Sensing the 'Ground Truth'

Kamin Whitehouse headshot

Kamin Whitehouse

July 10, 2007 -- When it comes to finding the hottest restaurant in town or the best hotel for a vacation, the Internet is the tool of choice for a growing number of consumers. Most of us are now accustomed to using the Web to find addresses, check prices, read customer reviews and print driving directions before we go out. In turn, merchants want to use the Web as a tool to measure the effectiveness of storefront displays or signage. That’s where Kamin Whitehouse, assistant professor of computer science at the University of Virginia, comes in.

What consumers and storeowners really need is what he calls “ground truth” or accurate geographic information about customer traffic in real time. With a nascent project called MetroNet, Whitehouse hopes to use empirical data gathered by a network of wireless sensors to provide one of the first competitive applications to break down the barriers between the physical and digital worlds.
 
The MetroNet project — still in the planning stages — will start out by deploying sensors in storefront windows in downtown Charlottesville. “They sense the numbers of people walking by, walking into the store,” said Whitehouse. “For example, they could help figure out the effect of Fridays After Five on business, as well as other factors such as vehicular traffic on the roads and weather.” Merchants (who may be asked to help cover the cost of the hardware) could then access the data for free using a secure Web page.

Whitehouse, whose research interests involve combining remote sensor networks with programming interfaces to computer users, has received a $70,000 grant from Microsoft Research to integrate data from MetroNet into Microsoft’s SensorMap, which plots data from a worldwide network of sensors onto a mapping interface (such as Google Maps). Users then query the map for site- and time-specific information. An additional $10,000 in funding is coming from Barry Johnson, senior associate dean at the School of Engineering and Applied Science.
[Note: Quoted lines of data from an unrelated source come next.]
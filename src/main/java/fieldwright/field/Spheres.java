package fieldwright.field;

import java.util.ArrayList;
import java.util.List;

import fieldwright.charge.Surroundings;
import fieldwright.charge.Surroundings.ConductingSphere;
import fieldwright.formula.Constants;
import fieldwright.quantity.Place;

/**
 * Conducting spheres by Kelvin's inversion (Kelvin 1845; Jackson, Classical Electrodynamics, 3rd ed., 2.2 to 2.4):
 * V = V₀(p) − (a/r) V₀(a² p/r²), places counted from the centre, V₀ the source's own potential. An insulated sphere takes the potential
 * V₀(centre) of the sources outside, and its own charge adds Q/(4π eps0 r). A thin shell about the charge q shows outside the field of
 * q + Q in its centre.
 */
final class Spheres {
    private static final double EPS = 1e-15;
    private static final double K = 1 / (4 * Math.PI * Constants.EPS0);

    private Spheres() {
    }

    static Question question(ConductingSphere g, Place place) {
        double[] p = {place.x() - g.x(), place.y() - g.y(), place.z() - g.z()};
        double r = Math.sqrt(p[0] * p[0] + p[1] * p[1] + p[2] * p[2]);
        double size = g.radius() + Math.abs(g.x()) + Math.abs(g.y()) + Math.abs(g.z());
        boolean on = Math.abs(r - g.radius()) <= 4 * EPS * size;
        if (!on && g.outside() == r < g.radius()) {
            return Question.of(g.outside() ? conductor(g) : beyondShell(g, p, r), 1);
        }
        View here = charged(g, p, on ? g.radius() : r, View.of(images(g, place, p, r, on)));
        if (!on) {
            return Question.of(here, 1);
        }
        double sign = g.outside() ? 1 : -1;
        double[] side = {sign * p[0] / r, sign * p[1] / r, sign * p[2] / r};
        return Question.on(here, side, g.outside() ? conductor(g) : beyondShell(g, p, g.radius()));
    }

    private static List<Probe> images(ConductingSphere g, Place place, double[] p, double r, boolean on) {
        Probe direct = Probe.direct(place.x(), place.y(), place.z());
        return r < 3e-4 * g.radius() ? aroundCentre(g, p, direct) : List.of(direct, inverted(g, p, 1, on));
    }

    /** What the state of the sphere adds to the images of the grounded one. */
    private static View charged(ConductingSphere g, double[] p, double r, View view) {
        double a = g.radius();
        if (g instanceof Surroundings.HeldSphere held) {
            return g.outside() ? view.plus(radial(p, r, held.potential() * a / r / r), held.potential() * a / r)
                : view.plus(new double[3], held.potential());
        }
        if (!(g instanceof Surroundings.FloatingSphere floating)) {
            return view;
        }
        if (!g.outside()) {
            return view.with(new CentreGreen(new double[3], 1 / a)).plus(new double[3], K * floating.charge() / a);
        }
        List<Probe> probes = new ArrayList<>(view.probes());
        probes.add(new Probe(new double[] {g.x(), g.y(), g.z()}, new double[9], radial(p, r, a / r / r), a / r));
        return View.of(probes).plus(radial(p, r, K * floating.charge() / r / r), K * floating.charge() / r);
    }

    /** Within the sphere, the charge being outside. */
    private static View conductor(ConductingSphere g) {
        if (g instanceof Surroundings.HeldSphere held) {
            return View.GROUNDED.plus(new double[3], held.potential());
        }
        if (g instanceof Surroundings.FloatingSphere floating) {
            return View.conductor(List.of(Probe.direct(g.x(), g.y(), g.z()))).plus(new double[3], K * floating.charge() / g.radius());
        }
        return View.GROUNDED;
    }

    /** Outside the shell that has the charge in it. */
    private static View beyondShell(ConductingSphere g, double[] p, double r) {
        if (g instanceof Surroundings.HeldSphere held) {
            double v = held.potential() * g.radius() / r;
            return View.of(List.of()).plus(radial(p, r, v / r), v);
        }
        if (g instanceof Surroundings.FloatingSphere floating) {
            double v = K * floating.charge() / r;
            return View.of(List.of(), new CentreGreen(radial(p, r, 1 / r / r), 1 / r)).plus(radial(p, r, v / r), v);
        }
        return View.GROUNDED;
    }

    private static double[] radial(double[] p, double r, double size) {
        double length = Math.sqrt(p[0] * p[0] + p[1] * p[1] + p[2] * p[2]);
        return length == 0 ? new double[3] : new double[] {size * p[0] / length, size * p[1] / length, size * p[2] / length};
    }

    /** All of the charge acts as if at the centre: the same for every source. */
    private record CentreGreen(double[] unitField, double unitPotential) implements Green {
        @Override
        public void potential(double[][] s, int n, double[] out, double[] doubt) {
            java.util.Arrays.fill(doubt, 0, n, 4e-16 * unitPotential);
            java.util.Arrays.fill(out, 0, n, unitPotential);
        }

        @Override
        public void field(double[][] s, int n, double[][] out, double[] doubt) {
            java.util.Arrays.fill(doubt, 0, n, 4e-16 * unitPotential * unitPotential);
            for (int k = 0; k < 3; k++) {
                java.util.Arrays.fill(out[k], 0, n, unitField[k]);
            }
        }

        @Override
        public Green endless(Patch patch) {
            throw new fieldwright.quantity.AuthorException("endless charge within a sphere: give the region finite limits.");
        }
    }

    /**
     * Near the centre the inverted place runs off to infinity: the induced field is harmonic, so its value is the mean over six places
     * round about (exact but for fourth order in their distance, 6e-4 radii).
     */
    private static List<Probe> aroundCentre(ConductingSphere g, double[] p, Probe direct) {
        double h = 6e-4 * g.radius();
        List<Probe> probes = new ArrayList<>(List.of(direct));
        for (int k = 0; k < 6; k++) {
            double[] q = p.clone();
            q[k / 2] += k % 2 == 0 ? h : -h;
            probes.add(inverted(g, q, 1.0 / 6, false));
        }
        return probes;
    }

    private static Probe inverted(ConductingSphere g, double[] p, double factor, boolean on) {
        double a = g.radius();
        double r = Math.sqrt(p[0] * p[0] + p[1] * p[1] + p[2] * p[2]);
        double ratio = on ? 1 : a / r;
        double[] n = {p[0] / r, p[1] / r, p[2] / r};
        double scale = on ? 1 : ratio * ratio;
        double[] q = {g.x() + scale * p[0], g.y() + scale * p[1], g.z() + scale * p[2]};
        double[] m = new double[9];
        for (int i = 0; i < 3; i++) {
            for (int j = 0; j < 3; j++) {
                m[3 * i + j] = -factor * ratio * ratio * ratio * ((i == j ? 1 : 0) - 2 * n[i] * n[j]);
            }
        }
        double v = -factor * ratio / r;
        return new Probe(q, m, new double[] {v * n[0], v * n[1], v * n[2]}, -factor * ratio);
    }
}
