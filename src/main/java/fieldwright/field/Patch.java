package fieldwright.field;

import fieldwright.formula.Formula;
import fieldwright.formula.Polynomial;
import fieldwright.geometry.Chart;
import fieldwright.geometry.Frame;
import fieldwright.geometry.NodeFunction;

/** One part of a source ready for numbers: chart, where it stands, density along it, the kernel its points act with;
 * {@code triangle}: only the half u + v ≤ 1 of the chart's box carries charge; {@code polynomial}: the density of a flat surface or a volume
 * as one of position, or null. */
record Patch(Chart chart, Frame frame, Formula density, NodeFunction weight, Kernel kernel, SpaceFunction inSpace, double[][] breaks,
    boolean triangle, Polynomial polynomial,
    Facets facets) {
    int dimension() {
        return chart.dimension();
    }
}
Whitehouse hopes to broaden MetroNet into a bigger research agenda, the World Wide Sensor Web, which would create an infrastructure to allow people worldwide to upload data from any sensor, sharing it with others. “You can search a map for areas of activity or search it for areas of no activity,” he explained. “You can check for [levels of] light, noise, pollution. It’s shared on the Web, so anyone can use it.” Other potential applications, he said, could include urban planning, population management, commuting, traffic and parking. “Cars have lots of sensor data that are not being exploited right now,” he added. “That has traffic applications.”

Creating wireless sensor networks means building the tiny processors that measure a whole range of data. Whitehouse came to U.Va. from the University of California at Berkeley where he developed the sensors he’s using for MetroNet. “The devices are my own designs, I built them personally,” he said. “One [for example] senses distance, using radio and ultrasound signals at the same time.”

Whitehouse hopes to have a MetroNet pilot program deployed by the end of the summer. As a prelude, he and a group of U.Va. graduate students placed an array of sensors around the main entrance to Olsson Hall, which houses the computer science department U.Va.. They will measure foot traffic “so the building can react to the inhabitants,” he said.

The sensors Whitehouse and his graduate students are deploying can also have wide-ranging applications in medicine, the environment and in architecture. Accordingly, Whitehouse is building collaboration with other areas of the University, including the School of Architecture, the School of Medicine and the environmental sciences department. “We can monitor buildings during earthquakes,” Whitehouse said, citing smart houses as one example. “Sensors in homes, in dishwashers, refrigerators and sinks can measure activity and infer what’s going on in the house.”

Whitehouse recognizes that a world with sensors arrayed in public and private spaces may make some people uneasy. There are privacy issues that go beyond commercial concerns, Whitehouse admitted. “A storefront wouldn’t necessarily want to publicize that it was unpopular,” he noted. “It’s a question of sharing data without sharing private information. It’s all [anonymous] aggregate values.”

Whether we like it or not, we’re already being watched and our purchasing habits analyzed, Whitehouse said. “There’s a reason why The Gap has spring clothes out in January; they’re testing the displays,” he noted. “Bed Bath & Beyond spends lots of money to have a person standing there who takes down this data – we replace the person.”

Part of the technology that Whitehouse is building allows people to preserve their privacy, or to trade their private information for convenience or a competitive edge. Why would people want to upload personal data? MetroNet provides the motivation so that people feel comfortable enough to share information with each other. “You have to have a motivation,” he said. “We’re building a social and psychological model to share with others.”
 
If the Web created a revolution in the interaction between our commercial transactions and personal lives, then Whitehouse hopes to spark a similar revolution between the Web and the real world. MetroNet’s “ground truth” would link a marketing tool for merchants with a resource for consumers. “We hope MetroNet becomes one of the first competitive applications,” he said. “We can generate a whole new area of data sharing information about the physical world.”